--- Provided data Enclosed Below ---

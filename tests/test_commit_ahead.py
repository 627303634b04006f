"""Store commits overlapped with the instruments: never an event for a row not yet committed.

The store here is the real SQLite store on a file, slowed down (each write waits 30 ms before it
commits, as on a busy disk), so that an event sent ahead of its commit would certainly be seen:
every event is checked through a second connection to the same file, which sees committed rows
only (SQLite WAL: readers see the last commit, source: sqlite.org, WAL page).
"""

from __future__ import annotations

import json
import os
import signal
import threading
import time
from pathlib import Path
from typing import Any

import pytest
from bench_helpers import shipped_bench, shipped_plan

from rig.bench_open import close_bench, open_bench
from rig.engine import Engine, RunSummary
from rig.events import Event, ReadingTaken, RunFinished, StepFinished, StepStarted
from rig.store import ResultStore, StoreError

SLOW_WRITE_S = 0.03


class SlowDiskStore(ResultStore):
    """The results store with every queued write 30 ms late, and optionally failing."""

    fail_on_step: str = ""

    def add_reading(self, *args: Any, **kwargs: Any) -> int:
        time.sleep(SLOW_WRITE_S)
        return super().add_reading(*args, **kwargs)

    def add_step(self, run_id: int, position: int, row: dict[str, Any]) -> None:
        time.sleep(SLOW_WRITE_S)
        if row["step_id"] == self.fail_on_step:
            raise StoreError(f"disk full while writing step {row['step_id']}")
        super().add_step(run_id, position, row)


def run_watched(tmp_path: Path, fail_on_step: str = "") -> tuple[list[Event], list[str]]:
    """Run the harness check; return the events and every event that came before its row."""
    events: list[Event] = []
    early: list[str] = []
    with shipped_bench("temp-circuit", folder=tmp_path) as (_, station):
        plan = shipped_plan("temp-circuit-check", station)
        store = SlowDiskStore(tmp_path / "r.sqlite")
        store.fail_on_step = fail_on_step
        reader = ResultStore(tmp_path / "r.sqlite")

        def listener(event: Event) -> None:
            events.append(event)
            run = reader.runs(1)[0]["id"] if reader.runs(1) else 0
            if isinstance(event, StepFinished):
                stored = {s["step_id"] for s in reader.steps(run)}
                if event.result.step_id not in stored:
                    early.append(f"step {event.result.step_id}")
            if isinstance(event, ReadingTaken) and not reader.readings(run, event.step_id):
                early.append(f"reading of {event.step_id}")

        instruments = open_bench(station)
        try:
            Engine(plan, instruments, store, listener=listener).run("SN-CA")
        finally:
            close_bench(instruments)
            store.close()
            reader.close()
    return events, early


def test_no_event_reports_a_row_before_it_is_committed(tmp_path: Path) -> None:
    events, early = run_watched(tmp_path)
    assert early == []
    finished = [e.result.step_id for e in events if isinstance(e, StepFinished)]
    assert len(finished) == 6  # every step reported, in plan order
    started = [e.step_id for e in events if isinstance(e, StepStarted)]
    assert finished == started
    assert isinstance(events[-1], RunFinished) and events[-1].status == "complete"


@pytest.mark.parametrize("step", ["signal-at-sensor"])
def test_a_failed_commit_aborts_the_run_and_is_never_reported(tmp_path: Path, step: str) -> None:
    events, early = run_watched(tmp_path, fail_on_step=step)
    assert early == []
    finished = [e.result.step_id for e in events if isinstance(e, StepFinished)]
    assert step not in finished
    last = events[-1]
    assert isinstance(last, RunFinished) and last.status == "aborted"
    assert "disk full" in last.reason


class SlowStartStore(ResultStore):
    """The results store whose run start does not commit until the virtual supply has answered
    the run's first ``expected`` queries (or 2 s have passed): an engine that waited for the
    commit before asking the supply would leave it at fewer.  Deterministic, however the threads
    are scheduled."""

    supply: Any = None
    baseline = 0
    expected = 2
    answered_meanwhile = -1

    def start_run(self, *args: Any, **kwargs: Any) -> int:
        deadline = time.monotonic() + 2.0
        while self.supply.lines_answered - self.baseline < self.expected:
            if time.monotonic() > deadline:
                break
            time.sleep(0.001)
        self.answered_meanwhile = self.supply.lines_answered - self.baseline
        return super().start_run(*args, **kwargs)


def test_the_run_row_commits_while_the_bench_is_made_safe(tmp_path: Path) -> None:
    # The safe start (supply off, its error queue and its output read back) needs nothing from
    # the store, so it goes on while the run's row commits; waiting for the commit first would
    # leave the supply unasked for those 0.5 s.
    with shipped_bench("temp-circuit", folder=tmp_path) as (bench, station):
        plan = shipped_plan("temp-circuit-check", station)
        store = SlowStartStore(tmp_path / "r.sqlite")
        store.supply = bench.supply
        instruments = open_bench(station)
        store.baseline = bench.supply.lines_answered
        try:
            summary = Engine(plan, instruments, store).run("SN-START")
        finally:
            close_bench(instruments)
        assert summary.status == "complete"
        # SYST:ERR? and OUTP? of the safe start, both answered before the row commits (*IDN? was
        # asked when the bench was opened, before the baseline)
        assert store.answered_meanwhile >= store.expected
        assert store.run(summary.run_id)["status"] == "complete"
        store.close()


def run_with_a_silent_supply(tmp_path: Path, store: ResultStore, serial: str) -> RunSummary:
    """The harness check with no query to the supply answered (200 ms timeouts)."""
    with shipped_bench("temp-circuit", folder=tmp_path) as (bench, station):
        station.instruments["supply"].settings["timeout_ms"] = 200
        plan = shipped_plan("temp-circuit-check", station)
        instruments = open_bench(station)
        bench.supply.inject_fault("silent", None)
        try:
            return Engine(plan, instruments, store).run(serial)
        finally:
            bench.supply.clear_faults()
            close_bench(instruments)


def test_a_bench_not_made_safe_at_the_start_is_recorded_as_aborted(tmp_path: Path) -> None:
    store = ResultStore(tmp_path / "r.sqlite")
    summary = run_with_a_silent_supply(tmp_path, store, "SN-UNSAFE")
    assert summary.status == "aborted" and summary.results == []
    assert "could not be brought to the safe state" in summary.reason
    assert not summary.safe
    row = store.run(summary.run_id)
    assert row["status"] == "aborted" and "safe state" in row["reason"]
    store.close()


def test_ctrl_c_during_the_safe_start_ends_as_an_interrupted_run(tmp_path: Path) -> None:
    # Ctrl-C while the bench is being made safe (the run's row still committing) must end the
    # run as any interrupt does: the bench made safe, the run recorded as aborted, the store's
    # worker gone before the caller closes the store; then the interrupt goes on to the caller.
    with shipped_bench("temp-circuit", folder=tmp_path) as (bench, station):
        plan = shipped_plan("temp-circuit-check", station)
        store = ResultStore(tmp_path / "r.sqlite")
        handle = bench.supply.handle
        sent: list[str] = []

        def handle_and_interrupt(line: str) -> str | None:
            if line.strip().upper().startswith("OUTP OFF") and not sent:
                sent.append(line)  # the first switch-off is the safe start's: press Ctrl-C
                os.kill(os.getpid(), signal.SIGINT)
            return handle(line)

        bench.supply.handle = handle_and_interrupt  # type: ignore[method-assign]
        instruments = open_bench(station)
        try:
            with pytest.raises(KeyboardInterrupt):
                Engine(plan, instruments, store).run("SN-CTRL-C")
        finally:
            close_bench(instruments)
        assert sent, "the safe start switched the supply off"
        assert not any(t.name == "store-commits" for t in threading.enumerate())
        run = store.runs(1)[0]
        assert run["status"] == "aborted" and "interrupted" in run["reason"]
        notes = json.loads(run["notes"])
        assert notes == [] or not any("could not make safe" in note for note in notes), notes
        assert bench.relay_box.closed() == frozenset()
        assert not bench.supply_settings.output_on
        store.close()


class FailingStartStore(ResultStore):
    def start_run(self, *args: Any, **kwargs: Any) -> int:
        raise StoreError("cannot write to the results store r.sqlite: disk I/O error")


def test_a_failed_run_start_says_too_that_the_bench_is_not_safe(tmp_path: Path) -> None:
    store = FailingStartStore(tmp_path / "r.sqlite")
    with pytest.raises(StoreError) as failed:
        run_with_a_silent_supply(tmp_path, store, "SN-NO-ROW")
    assert "disk I/O error" in str(failed.value)
    assert "could not be brought to the safe state" in str(failed.value)
    assert not any(t.name == "store-commits" for t in threading.enumerate())
    store.close()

--- End of Enclosed Provided data ---

* [About this task]: Copy all lines from the material that contain "StoreError".

* [Written response]:
from rig.store import ResultStore, StoreError
            raise StoreError(f"disk full while writing step {row['step_id']}")
        raise StoreError("cannot write to the results store r.sqlite: disk I/O error")
    with pytest.raises(StoreError) as failed:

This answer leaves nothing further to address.